The second year was spent on more cleaning up of the property, working the soil, planting my first garden here, and working on property drainage. I also needed to build a bridge over a ravine where the over flow of my pond goes. The wood came from my property which had been sawed and stored by the last owner, my out building which is 34 by 34 feet was also built using wood from my land.




The third year I planted and harvested a wonderful garden, and photos below show how the soil looked in the beginning of last year. Also shown is my 1956 tractor with a 48" box tiller. I had planted a green crop of winter rye and tilled it in. I had been adding organic materials to the soil over the last 3 years so that it was usable to grow in. It was a lot of work, although the tomato blight wipe out my maters, the wet raining summer killed off most of my squash, I was still able to harvest food which I froze or canned for use in the winter.


I hunted year before last, I harvest a huge white tail doe which I canned because she was so tough. I also hunted this past season again harvesting several deer as well as killing inland game birds and fishing.

Getting back to living SS has been nothing less than a lot of hard work with huge rewards in many aspects. I know that the way I was raised on the farm has a lot to do with who I am today. I plan to cover more about me in "Who am I?" post on my blog, which I will share photos and share more about me.

Living SS isn't always a choice, its also a lifestyle by which some people live. My goal is in no way to mock or suggest that living SS is a poor way to live, but I choose to live at a certain level of SS because of the work/benefit of it.

I hope you will join me on my journey that has already started.

Getting Started

I have been keeping a journal for almost a year now. Being that there has been so much interest in my choice of lifestyle, I decided to start a blog. I try not to candy coat or fib, but present what I do and am doing so that several points get across. Those two points are critical as to learn from what works and what doesn't. So by trying new ways and old ways, reporting back what mistakes I made and what went right.

My name is Jason, I'm 39, and we have moved back home to the country to start my life as I was raised, country living at it's finest. At 14 I was forced to move to the city because we lost our farm. I remember how excited I was to move there, no more riding through Flood control to go to the store, no more milking Goats, no more waking up so early feeding pigs, no more clean animal pens, no more 2 mile walks to the bus stop.

It was all the Newlywed phase kind of stuff, then when I realized I didn't fit in, no one dressed like me, and other boys were into skate boarding, surfing, drinking beer, putt-putt and riding bikes. I like to ride bikes, make and play bows and arrows, climb trees, camp out and fish along river banks. In anger of feeling alone, I realized everything I valued in my life was gone. No more going to the feed store, raising animals, country living and living on the farm and with wild/farm animals. Everything I knew and taught to love was replaced by car horns, smog, fights, people to much in a hurry to help out, disconnection, convenience and a lower quality standard of living.  
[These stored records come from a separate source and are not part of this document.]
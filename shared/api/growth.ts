import { z } from 'zod';
import { idSchema, isoDateTimeSchema } from './common';

export const growthStateSchema = z.enum(['requested', 'accepted', 'growing', 'grown', 'measured', 'approved', 'rejected']);
/** The states a grower moves an order through, in order. */
export const growerStates = ['requested', 'accepted', 'growing', 'grown', 'measured'] as const;

const zones = z.number({ error: 'zones must be a whole number' }).int({ error: 'zones must be a whole number' }).min(1, { error: 'zones must be 1–12' }).max(12, { error: 'zones must be 1–12' });
const lossBudget = z.number({ error: 'lossBudget must be a number' }).gt(0, { error: 'lossBudget must be greater than 0' }).max(50, { error: 'lossBudget above 50 is not a tolerance' });
/** Decades (1σ) of as-grown doping scatter per zone: 0 is a perfect grower, a decade is no control at all. */
const dopingScatter = z.number({ error: 'dopingScatter must be a number (decades)' }).min(0, { error: 'dopingScatter must be 0–1 decade' }).max(1, { error: 'dopingScatter must be 0–1 decade' });
const measureTemperature = z.number({ error: 'measureTemperature must be a number' }).min(200, { error: 'measureTemperature is in kelvin (200–400 K)' }).max(400, { error: 'measureTemperature is in kelvin (200–400 K)' });

/** `POST /api/runs/:id/release` — a converged run's profile goes to the grower for a batch. */
export const releaseRequestSchema = z.strictObject({
  batch: z.string({ error: 'batch is required' }).trim().min(1, { error: 'batch is required' }).max(120),
  dueDate: z.string().regex(/^\d{4}-\d{2}-\d{2}$/, { error: 'dueDate must be a date like 2027-01-31' }).optional(),
  notes: z.string().trim().max(4000).default(''),
  zones: zones.default(3),
  lossBudget: lossBudget.default(1),
  measureTemperature: measureTemperature.default(300),
  dopingScatter: dopingScatter.default(0.05),
});

/** `PUT /api/growth-orders/:id/sheet` — choose K, the loss budget or the check temperature; the sheet is recomputed. */
export const sheetSettingsSchema = z.strictObject({ zones: zones.optional(), lossBudget: lossBudget.optional(), measureTemperature: measureTemperature.optional() });

/** `PUT /api/growth-orders/:id/yield` — the grower's doping scatter; the yield is recomputed by a worker. */
export const yieldSettingsSchema = z.strictObject({ dopingScatter });

/** The Hall factor a grower may enter on an upload instead of the band model's (multipart field `hallFactor`). */
export const hallFactorSchema = z.coerce
  .number({ error: 'hallFactor must be a number' })
  .min(0.5, { error: 'hallFactor must be 0.5–2 (1 for a degenerate band, 3π/8 ≈ 1.18 for acoustic phonons, non-degenerate)' })
  .max(2, { error: 'hallFactor must be 0.5–2 (1 for a degenerate band, 3π/8 ≈ 1.18 for acoustic phonons, non-degenerate)' });

/** `PUT /api/growth-orders/:id/state` — the grower's next step. */
export const growthStateChangeSchema = z.strictObject({ state: z.enum(['accepted', 'growing', 'grown', 'measured']), note: z.string().trim().max(2000).default('') });

/** `POST /api/growth-orders/:id/close` — the physicist's verdict. */
export const closeOrderSchema = z.strictObject({
  verdict: z.enum(['approved', 'rejected']),
  reason: z.string({ error: 'reason is required' }).trim().min(1, { error: 'reason is required' }).max(2000),
});

export const growthOrderSchema = z.object({
  id: idSchema,
  runId: idSchema,
  /** The released run's number in its team ("Run 12"). */
  runNumber: z.number().int(),
  designName: z.string(),
  batch: z.string(),
  dueDate: z.string().nullable(),
  notes: z.string(),
  state: growthStateSchema,
  closeReason: z.string().nullable(),
  zones: z.number().int(),
  lossBudget: z.number(),
  measureTemperature: z.number(),
  sheetStatus: z.enum(['computing', 'ready', 'failed']),
  sheetError: z.string().nullable(),
  dopingScatter: z.number(),
  /** 'computing' while a worker recomputes the yield at a new scatter; 'failed' with sheetError saying why. */
  yieldStatus: z.enum(['computing', 'ready', 'failed']),
  /** Fraction done (0…1) of the sheet or yield job computing now; null when none is. */
  sheetProgress: z.number().nullable(),
  releasedBy: z.string(),
  createdAt: isoDateTimeSchema,
  updatedAt: isoDateTimeSchema,
});

export const growthEventSchema = z.object({ at: isoDateTimeSchema, by: z.string(), kind: z.string(), fromState: z.string().nullable(), toState: z.string().nullable(), note: z.string() });

/** `GET /api/growth-orders/:id`: `sheet` is shared/growth's GrowthSheet; each report is its MeasurementReport. */
export const growthOrderDetailSchema = z.object({
  order: growthOrderSchema,
  sheet: z.record(z.string(), z.unknown()).nullable(),
  timeline: z.array(growthEventSchema),
  measurements: z.array(z.object({ id: idSchema, uploadedBy: z.string(), uploadedAt: isoDateTimeSchema, temperature: z.number(), report: z.record(z.string(), z.unknown()) })),
});

export const growthOrdersResponseSchema = z.object({ orders: z.array(growthOrderSchema) });

export type GrowthState = z.infer<typeof growthStateSchema>;
export type GrowthOrderDto = z.infer<typeof growthOrderSchema>;
export type GrowthOrderDetail = z.infer<typeof growthOrderDetailSchema>;
export type ReleaseRequest = z.input<typeof releaseRequestSchema>;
I loved that farm, sure I didn't always like the work. But looking back at it now, it has kinda defined me as a man in many ways. I spent 21 years working my way back to living in the country, and I decided to take on living as self sufficient as I can.

Almost four years ago, my wife and I drove from Newport News VA to here looking for a home in the country. Went and saw many homes, but this little farmer built rancher sat on the side of the mountain, had five acres, and a fishing pond. My wife is from England, and she also was raised on a farm.

The front steps to the house were falling down, the well water was bad, and there was water leaking into the basement. The house had been on the market for 1 1/2 years, so we put in an offer $73,000.00 less than the asking price. Next day, with some hand money, the house was ours.

We scrambled back to NN V.A. to get our house on the market, sell it, move the family and business. Wow, we sure took on a lot stress!!!